WHAT YOU SHOULD DO: Transcribe every line of the listing below without any deviation.

INPUT RECORDS:
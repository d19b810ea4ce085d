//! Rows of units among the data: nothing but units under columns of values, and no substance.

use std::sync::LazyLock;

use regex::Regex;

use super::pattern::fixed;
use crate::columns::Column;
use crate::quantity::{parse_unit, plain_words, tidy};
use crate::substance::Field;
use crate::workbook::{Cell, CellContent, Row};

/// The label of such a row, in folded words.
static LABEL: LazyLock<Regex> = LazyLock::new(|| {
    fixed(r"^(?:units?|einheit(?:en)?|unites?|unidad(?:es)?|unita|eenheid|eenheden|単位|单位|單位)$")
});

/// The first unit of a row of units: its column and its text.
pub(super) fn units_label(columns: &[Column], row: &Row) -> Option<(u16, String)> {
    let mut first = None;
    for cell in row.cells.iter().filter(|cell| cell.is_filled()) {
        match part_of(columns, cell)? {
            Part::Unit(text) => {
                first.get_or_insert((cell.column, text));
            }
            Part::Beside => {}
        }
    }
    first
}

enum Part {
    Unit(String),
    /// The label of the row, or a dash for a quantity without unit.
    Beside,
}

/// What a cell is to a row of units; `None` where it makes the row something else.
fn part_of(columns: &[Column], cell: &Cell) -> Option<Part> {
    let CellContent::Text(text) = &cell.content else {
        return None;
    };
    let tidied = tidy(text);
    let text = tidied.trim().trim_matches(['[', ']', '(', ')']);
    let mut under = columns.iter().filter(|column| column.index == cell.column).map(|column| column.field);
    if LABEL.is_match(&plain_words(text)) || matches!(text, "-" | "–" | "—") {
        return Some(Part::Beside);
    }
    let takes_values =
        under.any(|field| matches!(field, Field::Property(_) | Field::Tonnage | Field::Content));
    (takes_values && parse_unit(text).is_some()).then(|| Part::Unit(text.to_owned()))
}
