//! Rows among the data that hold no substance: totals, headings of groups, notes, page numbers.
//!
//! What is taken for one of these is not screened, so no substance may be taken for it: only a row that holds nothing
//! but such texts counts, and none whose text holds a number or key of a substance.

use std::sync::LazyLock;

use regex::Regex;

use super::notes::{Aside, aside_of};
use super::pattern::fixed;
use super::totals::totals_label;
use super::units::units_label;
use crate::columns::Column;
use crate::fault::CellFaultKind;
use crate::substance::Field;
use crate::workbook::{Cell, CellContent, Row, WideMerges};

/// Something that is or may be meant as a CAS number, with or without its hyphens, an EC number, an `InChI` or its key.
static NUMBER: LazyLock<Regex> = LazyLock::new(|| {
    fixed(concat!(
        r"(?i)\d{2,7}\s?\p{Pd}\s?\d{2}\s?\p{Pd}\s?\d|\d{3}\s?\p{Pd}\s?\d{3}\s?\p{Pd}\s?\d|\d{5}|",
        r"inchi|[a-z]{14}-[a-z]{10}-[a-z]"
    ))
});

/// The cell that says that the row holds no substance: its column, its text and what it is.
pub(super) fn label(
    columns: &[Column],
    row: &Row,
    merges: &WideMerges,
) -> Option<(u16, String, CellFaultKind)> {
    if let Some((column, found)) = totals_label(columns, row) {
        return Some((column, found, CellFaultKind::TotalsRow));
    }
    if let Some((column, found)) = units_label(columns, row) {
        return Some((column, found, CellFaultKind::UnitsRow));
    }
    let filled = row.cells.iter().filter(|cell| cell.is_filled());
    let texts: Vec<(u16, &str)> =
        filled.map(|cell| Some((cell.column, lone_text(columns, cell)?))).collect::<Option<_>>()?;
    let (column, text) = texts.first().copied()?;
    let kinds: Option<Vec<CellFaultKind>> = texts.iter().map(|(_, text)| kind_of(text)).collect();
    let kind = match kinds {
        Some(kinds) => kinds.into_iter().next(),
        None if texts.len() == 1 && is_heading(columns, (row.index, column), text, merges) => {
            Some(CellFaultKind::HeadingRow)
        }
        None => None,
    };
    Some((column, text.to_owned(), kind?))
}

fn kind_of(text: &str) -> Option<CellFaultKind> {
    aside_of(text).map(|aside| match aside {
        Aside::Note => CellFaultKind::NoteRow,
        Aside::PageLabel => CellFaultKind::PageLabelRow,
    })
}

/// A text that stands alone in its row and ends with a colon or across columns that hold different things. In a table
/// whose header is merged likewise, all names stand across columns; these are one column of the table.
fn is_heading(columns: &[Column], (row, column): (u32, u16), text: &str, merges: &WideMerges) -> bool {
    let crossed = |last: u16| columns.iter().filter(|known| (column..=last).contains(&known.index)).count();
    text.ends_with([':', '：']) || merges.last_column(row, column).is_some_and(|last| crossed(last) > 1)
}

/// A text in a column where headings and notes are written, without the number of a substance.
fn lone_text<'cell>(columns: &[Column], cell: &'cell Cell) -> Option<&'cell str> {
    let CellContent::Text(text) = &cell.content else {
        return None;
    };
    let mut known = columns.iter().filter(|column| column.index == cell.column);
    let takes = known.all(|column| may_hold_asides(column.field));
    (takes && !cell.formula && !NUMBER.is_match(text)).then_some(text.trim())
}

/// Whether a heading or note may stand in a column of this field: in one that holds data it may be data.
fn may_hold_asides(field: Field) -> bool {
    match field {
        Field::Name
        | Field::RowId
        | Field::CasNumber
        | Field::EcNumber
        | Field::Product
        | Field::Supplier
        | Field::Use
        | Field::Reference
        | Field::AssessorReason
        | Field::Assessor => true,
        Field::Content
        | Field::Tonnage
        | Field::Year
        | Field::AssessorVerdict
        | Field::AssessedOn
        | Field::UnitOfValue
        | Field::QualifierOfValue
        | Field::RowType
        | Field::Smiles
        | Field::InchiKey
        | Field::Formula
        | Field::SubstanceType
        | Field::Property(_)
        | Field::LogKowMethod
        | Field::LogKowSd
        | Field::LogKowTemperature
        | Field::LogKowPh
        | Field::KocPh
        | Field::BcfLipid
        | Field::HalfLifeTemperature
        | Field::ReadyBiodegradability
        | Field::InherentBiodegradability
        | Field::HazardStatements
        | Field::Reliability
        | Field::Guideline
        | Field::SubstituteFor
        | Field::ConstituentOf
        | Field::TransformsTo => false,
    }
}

SOLUTION FOR THIS PROBLEM:
repository d19b810ea4ce085d
//! Rows of units among the data: nothing but units under columns of values, and no substance.

use std::sync::LazyLock;

use regex::Regex;

use super::pattern::fixed;
use crate::columns::Column;
use crate::quantity::{parse_unit, plain_words, tidy};
use crate::substance::Field;
use crate::workbook::{Cell, CellContent, Row};

/// The label of such a row, in folded words.
static LABEL: LazyLock<Regex> = LazyLock::new(|| {
    fixed(r"^(?:units?|einheit(?:en)?|unites?|unidad(?:es)?|unita|eenheid|eenheden|単位|单位|單位)$")
});

/// The first unit of a row of units: its column and its text.
pub(super) fn units_label(columns: &[Column], row: &Row) -> Option<(u16, String)> {
    let mut first = None;
    for cell in row.cells.iter().filter(|cell| cell.is_filled()) {
        match part_of(columns, cell)? {
            Part::Unit(text) => {
                first.get_or_insert((cell.column, text));
            }
            Part::Beside => {}
        }
    }
    first
}

enum Part {
    Unit(String),
    /// The label of the row, or a dash for a quantity without unit.
    Beside,
}

/// What a cell is to a row of units; `None` where it makes the row something else.
fn part_of(columns: &[Column], cell: &Cell) -> Option<Part> {
    let CellContent::Text(text) = &cell.content else {
        return None;
    };
    let tidied = tidy(text);
    let text = tidied.trim().trim_matches(['[', ']', '(', ')']);
    let mut under = columns.iter().filter(|column| column.index == cell.column).map(|column| column.field);
    if LABEL.is_match(&plain_words(text)) || matches!(text, "-" | "–" | "—") {
        return Some(Part::Beside);
    }
    let takes_values =
        under.any(|field| matches!(field, Field::Property(_) | Field::Tonnage | Field::Content));
    (takes_values && parse_unit(text).is_some()).then(|| Part::Unit(text.to_owned()))
}
//! Rows among the data that hold no substance: totals, headings of groups, notes, page numbers.
//!
//! What is taken for one of these is not screened, so no substance may be taken for it: only a row that holds nothing
//! but such texts counts, and none whose text holds a number or key of a substance.

use std::sync::LazyLock;

use regex::Regex;

use super::notes::{Aside, aside_of};
use super::pattern::fixed;
use super::totals::totals_label;
use super::units::units_label;
use crate::columns::Column;
use crate::fault::CellFaultKind;
use crate::substance::Field;
use crate::workbook::{Cell, CellContent, Row, WideMerges};

/// Something that is or may be meant as a CAS number, with or without its hyphens, an EC number, an `InChI` or its key.
static NUMBER: LazyLock<Regex> = LazyLock::new(|| {
    fixed(concat!(
        r"(?i)\d{2,7}\s?\p{Pd}\s?\d{2}\s?\p{Pd}\s?\d|\d{3}\s?\p{Pd}\s?\d{3}\s?\p{Pd}\s?\d|\d{5}|",
        r"inchi|[a-z]{14}-[a-z]{10}-[a-z]"
    ))
});

/// The cell that says that the row holds no substance: its column, its text and what it is.
pub(super) fn label(
    columns: &[Column],
    row: &Row,
    merges: &WideMerges,
) -> Option<(u16, String, CellFaultKind)> {
    if let Some((column, found)) = totals_label(columns, row) {
        return Some((column, found, CellFaultKind::TotalsRow));
    }
    if let Some((column, found)) = units_label(columns, row) {
        return Some((column, found, CellFaultKind::UnitsRow));
    }
    let filled = row.cells.iter().filter(|cell| cell.is_filled());
    let texts: Vec<(u16, &str)> =
        filled.map(|cell| Some((cell.column, lone_text(columns, cell)?))).collect::<Option<_>>()?;
    let (column, text) = texts.first().copied()?;
    let kinds: Option<Vec<CellFaultKind>> = texts.iter().map(|(_, text)| kind_of(text)).collect();
    let kind = match kinds {
        Some(kinds) => kinds.into_iter().next(),
        None if texts.len() == 1 && is_heading(columns, (row.index, column), text, merges) => {
            Some(CellFaultKind::HeadingRow)
        }
        None => None,
    };
    Some((column, text.to_owned(), kind?))
}

fn kind_of(text: &str) -> Option<CellFaultKind> {
    aside_of(text).map(|aside| match aside {
        Aside::Note => CellFaultKind::NoteRow,
        Aside::PageLabel => CellFaultKind::PageLabelRow,
    })
}

/// A text that stands alone in its row and ends with a colon or across columns that hold different things. In a table
/// whose header is merged likewise, all names stand across columns; these are one column of the table.
fn is_heading(columns: &[Column], (row, column): (u32, u16), text: &str, merges: &WideMerges) -> bool {
    let crossed = |last: u16| columns.iter().filter(|known| (column..=last).contains(&known.index)).count();
    text.ends_with([':', '：']) || merges.last_column(row, column).is_some_and(|last| crossed(last) > 1)
}

/// A text in a column where headings and notes are written, without the number of a substance.
fn lone_text<'cell>(columns: &[Column], cell: &'cell Cell) -> Option<&'cell str> {
    let CellContent::Text(text) = &cell.content else {
        return None;
    };
    let mut known = columns.iter().filter(|column| column.index == cell.column);
    let takes = known.all(|column| may_hold_asides(column.field));
    (takes && !cell.formula && !NUMBER.is_match(text)).then_some(text.trim())
}

/// Whether a heading or note may stand in a column of this field: in one that holds data it may be data.
fn may_hold_asides(field: Field) -> bool {
    match field {
        Field::Name
        | Field::RowId
        | Field::CasNumber
        | Field::EcNumber
        | Field::Product
        | Field::Supplier
        | Field::Use
        | Field::Reference
        | Field::AssessorReason
        | Field::Assessor => true,
        Field::Content
        | Field::Tonnage
        | Field::Year
        | Field::AssessorVerdict
        | Field::AssessedOn
        | Field::UnitOfValue
        | Field::QualifierOfValue
        | Field::RowType
        | Field::Smiles
        | Field::InchiKey
        | Field::Formula
        | Field::SubstanceType
        | Field::Property(_)
        | Field::LogKowMethod
        | Field::LogKowSd
        | Field::LogKowTemperature
        | Field::LogKowPh
        | Field::KocPh
        | Field::BcfLipid
        | Field::HalfLifeTemperature
        | Field::ReadyBiodegradability
        | Field::InherentBiodegradability
        | Field::HazardStatements
        | Field::Reliability
        | Field::Guideline
        | Field::SubstituteFor
        | Field::ConstituentOf
        | Field::TransformsTo => false,
    }
}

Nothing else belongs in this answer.